### EXERCISE
The lines to copy from the data below are those that hold the string "pytest".

── INPUT FOR THIS TASK ──

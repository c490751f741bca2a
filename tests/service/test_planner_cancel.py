"""Cancel stops the planner and check-my-setup within one trial.

A trial is one candidate analysis: a planning estimate or full-model map in the planner's search, an analysis
of a changed room in check-my-setup. Each test holds the job inside its first trial (of the phase tested),
presses Cancel, lets the trial finish and counts the trials that ran after it: none may start. Counting trials,
not time, keeps the check the same on a busy machine.
"""

import importlib
import threading

import pytest

from app.room.roomfile import parse_room_file, to_json_bytes
from app.service import advice
from app.service.planner import JobBoard, PlanOptions, check_setup, search
from app.service.planner.light import PlanningLight
from tests.conftest import sample_doc

WAIT_S = 60
check_module = importlib.import_module("app.service.planner.check_setup")  # the package re-exports the function


class Gate:
    """Counts trials; holds the first one that runs while ``armed`` until the test has pressed Cancel."""

    def __init__(self) -> None:
        self.calls = 0
        self.quiet = 0  # inside a trial's own set-up (the per-height reference flux), not a trial of its own
        self.armed = True
        self.held_at: int | None = None
        self.inside = threading.Event()
        self.go = threading.Event()

    def trial(self) -> None:
        if self.quiet:
            return
        self.calls += 1
        if self.armed and self.held_at is None:
            self.held_at = self.calls
            self.inside.set()
            self.go.wait(WAIT_S)


def run_cancelled(board: JobBoard, rf, kind: str, gate: Gate):
    job = board.start("x", rf, PlanOptions(type_ids=("bararray-6x1.0", "spot-90")), kind=kind)
    assert gate.inside.wait(WAIT_S), "the job never reached a trial"
    job.cancel.set()  # Cancel, while the first trial runs
    gate.go.set()
    for _ in range(WAIT_S * 20):
        if job.done:
            break
        threading.Event().wait(0.05)
    return job


def basement_too_bright():
    """The basement sample at 100 % and 30 cm lower: photoperiod, dimming and height fixes are each checked on
    both benches (six analyses of a changed room)."""
    doc = sample_doc("basement-two-benches")
    top = max(z["canopy_height_m"] for z in doc["room"]["zones"]) + 0.1
    for f in doc["room"]["fixtures"]:
        f.update(dimming_pct=100, hanging_height_m=max(f["hanging_height_m"] - 0.3, top))
    return parse_room_file(to_json_bytes(doc))


def too_dim_tent():
    """One fixture at 10 % near the roof: every setting is tried, then a re-hang is searched (many trials)."""
    doc = sample_doc("hobby-tent-peppers")
    doc["room"]["fixtures"] = doc["room"]["fixtures"][:1]
    doc["room"]["fixtures"][0].update(dimming_pct=10, hanging_height_m=2.0)
    return parse_room_file(to_json_bytes(doc))


def count_check_trials(monkeypatch, gate: Gate) -> None:
    for module in (advice, check_module):
        real = module.verify

        def counted(*a, real=real, **kw):
            gate.trial()
            return real(*a, **kw)

        monkeypatch.setattr(module, "verify", counted)
    count_estimates(monkeypatch, gate)


def count_estimates(monkeypatch, gate: Gate) -> None:
    real_estimate, real_flux = PlanningLight.estimate, PlanningLight.flux_to_canopy

    def estimate(self, *a, **kw):
        gate.trial()
        return real_estimate(self, *a, **kw)

    def flux(self, *a, **kw):
        gate.quiet += 1
        try:
            return real_flux(self, *a, **kw)
        finally:
            gate.quiet -= 1

    monkeypatch.setattr(PlanningLight, "estimate", estimate)
    monkeypatch.setattr(PlanningLight, "flux_to_canopy", flux)


@pytest.mark.parametrize("make", [basement_too_bright, too_dim_tent], ids=["settings", "re-hang"])
def test_check_my_setup_stops_within_one_trial(monkeypatch, make):
    rf = make()
    every = Gate()
    every.armed = False
    with monkeypatch.context() as m:
        count_check_trials(m, every)
        check_setup(rf)
    assert every.calls > 2  # uncancelled, the check runs several trials

    gate = Gate()
    count_check_trials(monkeypatch, gate)
    job = run_cancelled(JobBoard(), rf, "check", gate)
    assert job.done and job.cancelled and job.result is None
    assert gate.calls == gate.held_at == 1  # the held trial finished; no other started


def test_planner_stops_within_one_trial_while_refining_the_leaders(monkeypatch):
    """The leaders' heights are refined on many rungs, each an estimate, then judged by the full model: Cancel
    pressed during the first rung stops the job before the next."""
    rf = parse_room_file(to_json_bytes(sample_doc("hobby-tent-peppers")))
    gate = Gate()
    gate.armed = False
    real_refine, real_full = search.refined_heights, PlanningLight.full

    def refine(*a, **kw):
        gate.armed = True  # hold the first trial of the refining phase
        return real_refine(*a, **kw)

    def full(self, *a, **kw):
        gate.trial()
        return real_full(self, *a, **kw)

    monkeypatch.setattr(search, "refined_heights", refine)
    count_estimates(monkeypatch, gate)
    monkeypatch.setattr(PlanningLight, "full", full)
    job = run_cancelled(JobBoard(), rf, "plan", gate)
    assert job.done and job.cancelled and job.result is None
    assert gate.held_at is not None and gate.calls == gate.held_at
    assert search.REFINE_STEPS > 1  # so the old per-leader check let the other rungs run


def test_a_job_cancelled_before_it_runs_runs_no_trial(monkeypatch):
    gate = Gate()
    gate.armed = False
    count_check_trials(monkeypatch, gate)
    board = JobBoard()
    blocker = threading.Event()
    board.check_pool.submit("hold", lambda: blocker.wait(WAIT_S))  # the one worker is busy
    job = board.start("x", too_dim_tent(), PlanOptions(), kind="check")
    job.cancel.set()
    blocker.set()
    for _ in range(WAIT_S * 20):
        if job.done:
            break
        threading.Event().wait(0.05)
    assert job.done and job.cancelled and gate.calls == 0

───

### EXERCISE SOLUTION
import pytest
@pytest.mark.parametrize("make", [basement_too_bright, too_dim_tent], ids=["settings", "re-hang"])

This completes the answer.